W. Thomas & Co.
- Founder: William Thomas and Thomas Grose
- Headquarters: Adelaide, Australia

= W. Thomas & Co. =

W. Thomas & Co. was a South Australian flour milling business founded by William Thomas and Thomas Grose and carried on by William's son Henry Thomas.

==William Thomas==
William Thomas (1838 – 21 November 1891) was born in Penzance, Cornwall, and emigrated to the Victorian goldfields in 1851, but returned to England shortly afterwards. Thomas gained employment in the mines and qualified as a mine captain. He returned to Australia aboard the Peerless in 1865, expecting to find employment in one of the copper mines active in South Australia, but working instead working for J. Dunn & Sons' mill in Port Adelaide and worked his way up to the position of managing clerk.
He left Dunn in 1878 and joined his brother-in-law, Thomas Grose, as flour millers.
Thomas Grose (1837–1915) was born in St Just in Penwith, Cornwall, and at 12 years of age was working in the tin and copper mines, later in the blacksmith shop at the Levant mine. He emigrated to South Australia with his brother-in-law in 1865 and for a while worked at Robert Lindsay's engineering shop before joining with Thomas in the milling business. He was elected to the Port Adelaide Council in 1890 and was elected mayor in 1898, when he successfully pushed for a graving dock to be installed at the Port.
They returned to England, where they purchased the necessary machinery and in 1879 they commissioned R. Honey to erect a flour mill at Leadenhall Street, Port Adelaide, the third in the area.
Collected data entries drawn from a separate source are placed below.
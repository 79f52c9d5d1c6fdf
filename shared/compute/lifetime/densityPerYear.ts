import { ComputeError } from '@/shared/compute/errors'
import { lifetimeLaw } from './lifetimeLaw'
import type { Lifetime } from './lifetime.types'

/**
 * Density of the lifetime, f(a) = h(a) S(a).
 *
 * @param ageYears age a [yr], ≥ 0
 * @returns density [1/yr], ≥ 0; for a fixed lifetime 0 everywhere but at L itself, where it is Infinity
 * @throws {ComputeError} `negative-age`, `parameter-not-positive`, `not-a-number`
 * @see Kalbfleisch, J. D. & Prentice, R. L. (2002). The Statistical Analysis of Failure Time Data, 2nd ed., §1.2.
 * @example
 * densityPerYear(0, { model: 'exponential', meanYears: 50 }) // => 0.02
 */
export function densityPerYear(ageYears: number, lifetime: Lifetime): number {
  if (!(ageYears >= 0)) throw new ComputeError('negative-age', { ageYears })
  if (lifetime.model === 'fixed') return ageYears === lifetime.lifetimeYears ? Infinity : 0
  const law = lifetimeLaw(lifetime)
  const logSurvival = ageYears > 0 ? law.logSurvival(ageYears) : lawAtBirth(lifetime)
  if (logSurvival === -Infinity) return 0
  const density = law.hazardPerYear(ageYears) * Math.exp(logSurvival)
  if (Number.isNaN(density)) throw new ComputeError('not-a-number', { ageYears, ...lifetime })
  return density
}

/** The normal and the logistic law have lost a little before age 0; the others start at S = 1. */
function lawAtBirth(lifetime: Lifetime): number {
  return lifetime.model === 'normal' || lifetime.model === 'logistic' ? lifetimeLaw(lifetime).logSurvival(0) : 0
}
In 1901 they purchased the five-storey mill at Port Augusta built for J. Dunn & Co. around 1875, and in 1893 fitted with the first steel roller mill in the State. The mill was destroyed by fire in 1926.

===Family===
William Thomas married Elizabeth Jane Grose in 1865.
They had one son and two daughters, and a home on Dale Street, Port Adelaide.

==Henry Thomas==
Henry Thomas (c. 1866 – 9 October 1928) was born at Alberton, son of William Thomas, at the time working for Dunn & Sons, millers of Port Adelaide. He was educated at King's School, Port Adelaide, and Prince Alfred College and on leaving found employment as a clerk with the Commercial Bank of South Australia. After a few years he joined the family flour milling business, and on his father's death was taken into partnership with his uncle. Two years later they expanded the business into Western Australia, including mills at Northam and Pengilly.
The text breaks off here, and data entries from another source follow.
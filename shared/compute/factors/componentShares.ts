import type { Component, Material } from './vocabulary'

/**
 * Where a material usually sits in a building, as shares of its mass [–] that add up to 1: common practice of
 * estimators, editable, and marked so wherever it is used.
 */
export const COMPONENT_SHARES: Readonly<Record<Material, Readonly<Partial<Record<Component, number>>>>> = {
  concrete: { structure: 0.95, 'fit-out': 0.05 },
  'masonry-units': { structure: 0.9, envelope: 0.06, 'fit-out': 0.04 },
  'mortar-plaster': { structure: 0.45, envelope: 0.2, 'fit-out': 0.35 },
  'natural-stone': { structure: 1 },
  ceramics: { roof: 0.6, 'fit-out': 0.4 },
  steel: { structure: 0.9, services: 0.1 },
  aluminium: { openings: 0.5, envelope: 0.5 },
  copper: { services: 0.9, roof: 0.1 },
  'other-metals': { services: 1 },
  timber: { structure: 0.7, roof: 0.06, openings: 0.08, 'fit-out': 0.16 },
  glass: { openings: 1 },
  gypsum: { 'fit-out': 1 },
  'mineral-insulation': { envelope: 0.6, roof: 0.4 },
  'plastic-insulation': { envelope: 0.7, roof: 0.3 },
  plastics: { services: 0.4, 'fit-out': 0.4, openings: 0.2 },
  bitumen: { roof: 1 },
  'asbestos-cement': { roof: 0.6, envelope: 0.4 },
  other: { structure: 1 },
}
On the death of W. C. Harrison, one of the partners in another milling firm, Grose & Thomas acquired that business in 1907, and two years later it was formed into a company, carrying on business as W. C. Harrison & Co.
His uncle died in 1915 and Henry Thomas became chairman of directors of both companies, a position he held until his death.

===Other interests===
Thomas was involved as director in a number of South Australian businesses, including Federal Limited (the Grosvenor Hotel), and Australian Metropolitan Life Assurance Company, Limited and chairman of directors of W. C. Harrison & Co.
He was a member of a Rotary Club.
He was a prominent and longtime member of the Ma!vern Methodist Church. He was also a director of the Central Methodist Mission.
As a young man he was an avid cyclist and later a keen tennis player.

===Family===
Henry Thomas married Florence Emily Davey (1872–1922), daughter of Edwin Davey (also a miller) in 1899. Their children include:
- Dr. Marjorie Phyllis Casley Thomas (1901–) graduated MD 1927, on the medical staff of Adelaide Hospital, married Roy Frisby Smith (died 1938) in 1930.
- William Lancelot "Lance" Thomas (1903–) carried on the business of W. Thomas & Co. In 1938 was manager of the tractor department of Wigmores, Ltd., Perth.
- Harold Davey Thomas (1912–) studied Mechanical Engineering at the School of Mines, married Sheila Gwendoline Odlum in Ireland in 1935.
They had a home at Port Adelaide for about 30 years; moved to 94 Cambridge Terrace, Malvern before 1935.